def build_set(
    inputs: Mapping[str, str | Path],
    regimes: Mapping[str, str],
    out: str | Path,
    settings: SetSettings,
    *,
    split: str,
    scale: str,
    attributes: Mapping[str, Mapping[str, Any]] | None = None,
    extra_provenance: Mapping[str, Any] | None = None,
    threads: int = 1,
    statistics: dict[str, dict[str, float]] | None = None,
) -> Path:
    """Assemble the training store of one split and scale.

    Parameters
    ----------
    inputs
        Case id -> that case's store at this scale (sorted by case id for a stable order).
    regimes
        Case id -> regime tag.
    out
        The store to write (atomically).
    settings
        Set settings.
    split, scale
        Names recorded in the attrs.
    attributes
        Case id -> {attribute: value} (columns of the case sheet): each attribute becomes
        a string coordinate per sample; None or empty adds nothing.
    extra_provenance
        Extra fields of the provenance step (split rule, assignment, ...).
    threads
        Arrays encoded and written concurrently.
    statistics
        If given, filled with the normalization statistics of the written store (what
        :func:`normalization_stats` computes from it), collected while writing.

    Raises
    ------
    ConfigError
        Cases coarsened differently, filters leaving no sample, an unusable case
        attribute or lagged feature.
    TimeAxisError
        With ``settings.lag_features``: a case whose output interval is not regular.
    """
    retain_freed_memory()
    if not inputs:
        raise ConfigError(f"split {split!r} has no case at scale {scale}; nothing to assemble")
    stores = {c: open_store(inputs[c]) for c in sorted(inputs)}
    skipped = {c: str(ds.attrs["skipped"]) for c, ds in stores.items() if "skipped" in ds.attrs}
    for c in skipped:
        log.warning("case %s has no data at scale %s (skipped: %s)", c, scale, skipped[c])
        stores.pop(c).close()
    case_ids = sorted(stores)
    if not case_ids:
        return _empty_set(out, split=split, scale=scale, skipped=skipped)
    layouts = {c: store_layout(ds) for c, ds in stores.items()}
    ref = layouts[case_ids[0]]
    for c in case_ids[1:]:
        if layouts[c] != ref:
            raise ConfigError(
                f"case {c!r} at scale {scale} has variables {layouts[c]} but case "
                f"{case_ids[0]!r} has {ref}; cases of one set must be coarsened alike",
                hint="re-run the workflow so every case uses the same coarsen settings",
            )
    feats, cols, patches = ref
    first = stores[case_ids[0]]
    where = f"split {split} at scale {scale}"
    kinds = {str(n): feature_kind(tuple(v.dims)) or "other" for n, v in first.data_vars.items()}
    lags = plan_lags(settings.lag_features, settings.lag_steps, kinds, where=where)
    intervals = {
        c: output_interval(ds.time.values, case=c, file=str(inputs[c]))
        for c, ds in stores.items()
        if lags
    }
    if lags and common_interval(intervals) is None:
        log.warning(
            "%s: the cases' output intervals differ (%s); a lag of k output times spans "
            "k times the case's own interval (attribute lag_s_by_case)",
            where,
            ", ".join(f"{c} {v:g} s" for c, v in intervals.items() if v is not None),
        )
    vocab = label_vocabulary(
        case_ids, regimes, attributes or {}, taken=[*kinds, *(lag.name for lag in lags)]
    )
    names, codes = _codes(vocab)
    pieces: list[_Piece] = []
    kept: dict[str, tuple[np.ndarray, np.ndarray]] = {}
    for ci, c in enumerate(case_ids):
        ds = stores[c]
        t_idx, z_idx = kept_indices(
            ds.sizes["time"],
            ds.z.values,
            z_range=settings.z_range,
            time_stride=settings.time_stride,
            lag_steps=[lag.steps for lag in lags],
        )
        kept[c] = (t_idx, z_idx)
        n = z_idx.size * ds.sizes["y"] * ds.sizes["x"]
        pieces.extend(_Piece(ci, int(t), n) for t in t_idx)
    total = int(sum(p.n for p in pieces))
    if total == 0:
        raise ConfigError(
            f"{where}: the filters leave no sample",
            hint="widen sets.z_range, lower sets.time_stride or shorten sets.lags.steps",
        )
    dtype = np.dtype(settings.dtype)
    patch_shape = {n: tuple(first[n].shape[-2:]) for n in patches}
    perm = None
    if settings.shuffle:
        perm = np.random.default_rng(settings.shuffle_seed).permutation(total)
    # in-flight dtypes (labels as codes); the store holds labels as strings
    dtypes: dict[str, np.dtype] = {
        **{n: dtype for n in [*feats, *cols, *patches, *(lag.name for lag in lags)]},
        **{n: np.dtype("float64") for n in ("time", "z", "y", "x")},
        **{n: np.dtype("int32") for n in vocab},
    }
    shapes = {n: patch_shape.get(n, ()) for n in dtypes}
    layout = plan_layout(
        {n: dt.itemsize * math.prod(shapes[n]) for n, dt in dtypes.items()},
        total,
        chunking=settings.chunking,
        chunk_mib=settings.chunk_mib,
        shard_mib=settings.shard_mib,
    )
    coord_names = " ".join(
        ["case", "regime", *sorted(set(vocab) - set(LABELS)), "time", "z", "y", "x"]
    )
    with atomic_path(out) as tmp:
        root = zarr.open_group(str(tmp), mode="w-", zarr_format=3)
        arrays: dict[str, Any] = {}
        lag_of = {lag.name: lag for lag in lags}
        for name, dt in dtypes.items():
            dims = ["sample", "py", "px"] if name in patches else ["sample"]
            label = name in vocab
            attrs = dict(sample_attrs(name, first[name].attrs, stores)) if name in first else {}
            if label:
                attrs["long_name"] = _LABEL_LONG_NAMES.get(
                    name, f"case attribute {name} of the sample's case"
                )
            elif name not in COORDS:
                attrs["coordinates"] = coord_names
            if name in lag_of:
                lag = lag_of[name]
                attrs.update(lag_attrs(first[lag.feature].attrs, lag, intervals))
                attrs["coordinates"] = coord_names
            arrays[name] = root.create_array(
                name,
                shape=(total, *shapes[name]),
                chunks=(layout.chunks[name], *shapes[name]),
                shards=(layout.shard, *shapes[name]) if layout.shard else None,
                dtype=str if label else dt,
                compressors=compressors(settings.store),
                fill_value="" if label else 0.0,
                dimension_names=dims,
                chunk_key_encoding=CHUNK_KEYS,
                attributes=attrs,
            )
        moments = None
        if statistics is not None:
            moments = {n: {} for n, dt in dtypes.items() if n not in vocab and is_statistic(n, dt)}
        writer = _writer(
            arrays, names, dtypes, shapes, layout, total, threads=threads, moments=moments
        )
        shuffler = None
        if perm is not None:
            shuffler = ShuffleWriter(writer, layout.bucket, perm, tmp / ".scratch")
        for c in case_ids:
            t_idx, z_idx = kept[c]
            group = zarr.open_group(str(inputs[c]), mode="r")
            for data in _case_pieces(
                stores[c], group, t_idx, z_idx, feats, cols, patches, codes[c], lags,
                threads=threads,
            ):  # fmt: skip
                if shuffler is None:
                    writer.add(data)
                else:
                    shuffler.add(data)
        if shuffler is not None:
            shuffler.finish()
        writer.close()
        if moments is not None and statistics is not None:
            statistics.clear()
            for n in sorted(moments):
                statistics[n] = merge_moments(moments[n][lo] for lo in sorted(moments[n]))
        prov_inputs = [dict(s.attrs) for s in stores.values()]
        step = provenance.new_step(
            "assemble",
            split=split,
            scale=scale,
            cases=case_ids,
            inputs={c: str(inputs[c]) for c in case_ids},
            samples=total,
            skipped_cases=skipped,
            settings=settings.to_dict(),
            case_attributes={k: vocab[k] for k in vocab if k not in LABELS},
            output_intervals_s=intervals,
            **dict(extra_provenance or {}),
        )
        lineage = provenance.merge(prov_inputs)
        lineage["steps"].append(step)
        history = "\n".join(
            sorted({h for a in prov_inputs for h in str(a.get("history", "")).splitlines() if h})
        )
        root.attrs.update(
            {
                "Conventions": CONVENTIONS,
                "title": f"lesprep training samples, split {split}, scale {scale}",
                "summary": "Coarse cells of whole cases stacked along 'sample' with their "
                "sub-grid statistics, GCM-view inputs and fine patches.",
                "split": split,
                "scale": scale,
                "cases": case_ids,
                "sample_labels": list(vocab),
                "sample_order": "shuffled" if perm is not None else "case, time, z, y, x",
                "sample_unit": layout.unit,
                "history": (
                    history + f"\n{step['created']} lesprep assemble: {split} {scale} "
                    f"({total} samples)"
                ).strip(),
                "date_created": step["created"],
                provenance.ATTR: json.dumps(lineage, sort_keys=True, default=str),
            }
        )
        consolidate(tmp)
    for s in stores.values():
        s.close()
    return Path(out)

§ **TASK GOAL**
Go line by line through the material and count the lines holding the word "values". State only the total.

§ **RESPONSE AREA**
4